Alexander Fry (10 September 1821, Pencraig, Herefordshire − 26 February 1905) was a wealthy English entomologist who specialised in collecting Coleoptera. His collection of 200,000 specimens was bequeathed to the British Museum and is one of the largest acquisitions of beetles. Fry collected beetles on his own, living in Rio de Janeiro for 16 years, as well as obtaining specimens through a network of collectors.

== Life and work ==
Fry was born to Esther and Edward Winne Fry (d. 1849). In 1838 Alexander Fry entered his father's mercantile business house in Rio de Janeiro, Brazil. He became a partner in 1843. Except for once returning to England in 1843 to marry, he lived in Rio until 1854 when he moved back to London. Fry married Caroline David Mercy, the sister of his business partner Francis Charles Miers of Fry, Miers and Co. He continued to visit Rio even after moving back. Fry and his wife lived at Norwood. They had no children. Fry bequeathed his collection of some 200,000 specimens to the Natural History Museum, London. The collection includes beetles collected from around the world but was especially rich in South American insects, Longicornia and Curculionidae. He also donated his library of 611 volumes to the museum.
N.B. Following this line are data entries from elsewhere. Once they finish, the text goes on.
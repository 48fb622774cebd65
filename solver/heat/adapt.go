package heat

import "math"

// The mesh follows the temperature. Between a cell's top T_a, its middle and its bottom
// T_b the curvature |T_a − 2T + T_b| is four times the error of a straight line; where
// it is more than split × tolerance a cell is halved, where two neighbours have little
// of it they become one. Both keep mass, enthalpy, heat production and composition.
const (
	splitAt   = 2.0
	joinAt    = 0.25    // of what splits
	finest    = 1. / 64 // of the coarsest
	leastEach = 4
	beside    = 3.0 // how much larger than a neighbour a cell may be
)

// adapt splits and joins cells after a step, once over the mesh.
func (ev *Evolution) adapt() {
	if ev.fixedMesh {
		return
	}
	if ev.mark() {
		ev.rebuild()
	}
}

// refine splits cells until nothing is left to split: after a jump.
func (ev *Evolution) refine() error {
	if ev.fixedMesh {
		ev.smooth = false
		return ev.err
	}
	for range 12 {
		ev.two.size(len(ev.cells))
		ev.w.size(len(ev.cells))
		if err := ev.rates(); err != nil {
			return err
		}
		if !ev.mark() {
			break
		}
		ev.rebuild()
	}
	ev.fresh, ev.smooth = false, false
	return ev.err
}

const (
	keepCell = iota
	splitCell
	joinNext // with the cell below
)

// mark decides what becomes of each cell, with the resistances of the last system.
func (ev *Evolution) mark() bool {
	n := len(ev.cells)
	if cap(ev.marks) < n {
		ev.marks = make([]int8, n, 2*n)
		ev.curve = make([]float64, n, 2*n)
		ev.thick = make([]float64, n, 2*n)
	}
	ev.marks, ev.curve, ev.thick = ev.marks[:n], ev.curve[:n], ev.thick[:n]
	limit := splitAt * ev.tolerance * ev.coarse
	if over := float64(n) / float64(ev.points); over > 1.25 {
		ev.coarse *= 1.1
	} else if over < 1 && ev.coarse > 1 {
		ev.coarse = max(1, ev.coarse/1.1)
	}
	half := ev.w.half
	Ta := ev.surfaceAt(ev.t)
	for i := range n {
		c := &ev.cells[i]
		var Tb float64
		switch {
		case i+1 < n:
			Tb = (c.T*half[i+1] + ev.cells[i+1].T*half[i]) / (half[i] + half[i+1])
		case ev.base.HasHeatFlow:
			Tb = c.T + ev.base.HeatFlow*half[i]
		default:
			Tb = ev.base.Temperature
		}
		ev.marks[i], ev.curve[i], ev.thick[i] = keepCell, math.Abs(Ta-2*c.T+Tb), ev.thickness(c)
		Ta = Tb
	}
	return ev.choose(limit)
}

func (ev *Evolution) choose(limit float64) bool {
	any, n := false, len(ev.cells)
	d, curve := ev.thick, ev.curve
	dmin := ev.dmax * finest
	for j := range ev.strata {
		s := &ev.strata[j]
		count := s.hi - s.lo
		for i := s.lo; i < s.hi; i++ {
			least := inf
			if i > 0 {
				least = d[i-1]
			}
			if i+1 < n {
				least = min(least, d[i+1])
			}
			if curve[i] > limit && d[i] >= 2*dmin || d[i] > 1.5*ev.dmax ||
				d[i] > beside*least && d[i] >= 2*dmin && curve[i] > limit/16 {
				ev.marks[i] = splitCell
				any = true
				continue
			}
			if i+1 >= s.hi {
				continue
			}
			both := d[i] + d[i+1]
			tiny := min(d[i], d[i+1]) < dmin/2 && both < ev.dmax
			if i == 0 && ev.eroding > 0 && d[0] < d[1]/2 && s.hi-s.lo > 1 {
				tiny = true // before it is used up, while its flow is good
			}
			calm := count > leastEach && both <= ev.dmax && curve[i] < joinAt*limit && curve[i+1] < joinAt*limit
			if calm && i > 0 && both > beside*0.7*d[i-1] || calm && i+2 < n && both > beside*0.7*d[i+2] {
				calm = curve[i]+curve[i+1] < joinAt*limit/16
			}
			if tiny || calm {
				ev.marks[i] = joinNext
				ev.marks[i+1] = keepCell
				count--
				any = true
				i++
			}
		}
	}
	return any
}

// rebuild carries out the marks.
func (ev *Evolution) rebuild() {
	out := ev.spare[:0]
	for i := 0; i < len(ev.cells); i++ {
		switch ev.marks[i] {
		case splitCell:
			a, b := ev.halves(i)
			out = append(out, a, b)
		case joinNext:
			out = append(out, ev.joined(&ev.cells[i], &ev.cells[i+1]))
			i++
		default:
			out = append(out, ev.cells[i])
		}
	}
	ev.cells, ev.spare = out, ev.cells
	ev.index() // pressures are what they were
}

// joined is two cells in one.
func (ev *Evolution) joined(a, b *cell) cell {
	c := *a
	c.m = a.m + b.m
	q := b.m / c.m
	c.e += q * (b.e - a.e)
	c.H += q * (b.H - a.H)
	c.X += q * (b.X - a.X)
	c.x += q * (b.x - a.x)
	c.P = a.P + ev.gravity*b.m/2
	c.T = c.e / ev.strata[c.layer].c
	c.solid.T = 0
	ev.settle(&c)
	return c
}

// join makes cells i and i+1 one.
func (ev *Evolution) join(i int) {
	ev.cells[i] = ev.joined(&ev.cells[i], &ev.cells[i+1])
	ev.cells = append(ev.cells[:i+1], ev.cells[i+2:]...)
	ev.index()
}

// halves splits a cell into two of half its mass, along the slopes there.
func (ev *Evolution) halves(i int) (a, b cell) {
	c := &ev.cells[i]
	s := &ev.strata[c.layer]
	up, down := ev.neighbours(i)
	a, b = *c, *c
	a.m, b.m = c.m/2, c.m/2
	// A quarter of the cell from its middle; up and down are as far as their middles.
	quarter := func(u, v, w float64) float64 {
		var du, dw float64
		if up != nil {
			du = (v - u) * (c.m / 4) / ((c.m + up.m) / 2)
		}
		if down != nil {
			dw = (w - v) * (c.m / 4) / ((c.m + down.m) / 2)
		}
		if up == nil {
			du = dw
		}
		if down == nil {
			dw = du
		}
		return limited(du, dw)
	}
	pick := func(f func(*cell) float64) float64 {
		var u, w float64
		if up != nil {
			u = f(up)
		}
		if down != nil {
			w = f(down)
		}
		return quarter(u, f(c), w)
	}
	// What lies within bounds stays there, at an edge of the layer too.
	share := func(f func(*cell) float64) float64 {
		d, v := pick(f), f(c)
		return math.Copysign(min(math.Abs(d), math.Abs(v), math.Abs(1-v)), d)
	}
	Ta, Tb := ev.faces(i)
	ea, _ := s.enthalpy(Ta, c.P)
	eb, _ := s.enthalpy(Tb, c.P)
	de := limited((c.e-ea)/2, (eb-c.e)/2)
	switch {
	case s.latent != 0 && up != nil && down != nil: // it bends at the solidus, faces would not know
		de = pick(func(c *cell) float64 { return c.e })
	case s.latent == 0:
		de = within(s.c*ev.quarter(i, up, down), 2*(c.e-ea), 2*(eb-c.e), de)
	}
	a.e, b.e = c.e-de, c.e+de
	d := pick(func(c *cell) float64 { return c.H })
	d = math.Copysign(min(math.Abs(d), math.Abs(c.H)), d)
	a.H, b.H = c.H-d, c.H+d
	d = share(func(c *cell) float64 { return c.x })
	a.x, b.x = c.x-d, c.x+d
	if s.react != nil {
		d = share(func(c *cell) float64 { return c.X })
		a.X, b.X = c.X-d, c.X+d
	}
	a.T, b.T = a.e/s.c, b.e/s.c
	a.P, b.P = c.P-ev.gravity*c.m/4, c.P+ev.gravity*c.m/4
	a.solid.T, b.solid.T = 0, 0
	ev.settle(&a)
	ev.settle(&b)
	return a, b
}

// faces are the temperatures at a cell's top and bottom.
func (ev *Evolution) faces(i int) (top, bottom float64) {
	half, c, n := ev.w.half, &ev.cells[i], len(ev.cells)
	top, bottom = ev.surfaceAt(ev.t), ev.base.Temperature
	if i > 0 {
		b := &ev.cells[i-1]
		top = (c.T*half[i-1] + b.T*half[i]) / (half[i] + half[i-1])
	}
	if i+1 < n {
		b := &ev.cells[i+1]
		bottom = (c.T*half[i+1] + b.T*half[i]) / (half[i] + half[i+1])
	} else if ev.base.HasHeatFlow {
		bottom = c.T + ev.base.HeatFlow*half[i]
	}
	return top, bottom
}

// neighbours are the cells beside one in its layer, nil where there is none.
func (ev *Evolution) neighbours(i int) (up, down *cell) {
	s := &ev.strata[ev.cells[i].layer]
	if i > s.lo {
		up = &ev.cells[i-1]
	}
	if i+1 < s.hi {
		down = &ev.cells[i+1]
	}
	return up, down
}

// limited is the mean of two slopes where they agree in sign, at most twice the smaller.
func limited(a, b float64) float64 {
	if a*b <= 0 {
		return 0
	}
	m := min(2*math.Abs(a), 2*math.Abs(b), math.Abs(a+b)/2)
	return math.Copysign(m, a)
}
Fry became a Member of the Entomological Society of London in 1885. Fry was an enthusiastic collector and in addition to his own beetles he added by purchase the collections of Frederic Parry (Longicornia), Alfred Russel Wallace, William Doherty, and the ‘'very fine'’ series collected by John Whitehead at Kinabalu, which included all the holotypes described by Henry Walter Bates. He did no descriptive work but many parts of his collection were named by other entomologists including Andrew Murray and Francis P. Pascoe, it is therefore type rich. Murray examined a stick insect from the Fry collection that Fry had obtained from someone else and had incorrectly suggested, based on Fry's second-hand information, that it was semi-aquatic. Systena fryi was named after him from his collections by G. E. Bryant as also the plant hopper Alphina fryi by W. L. Distant.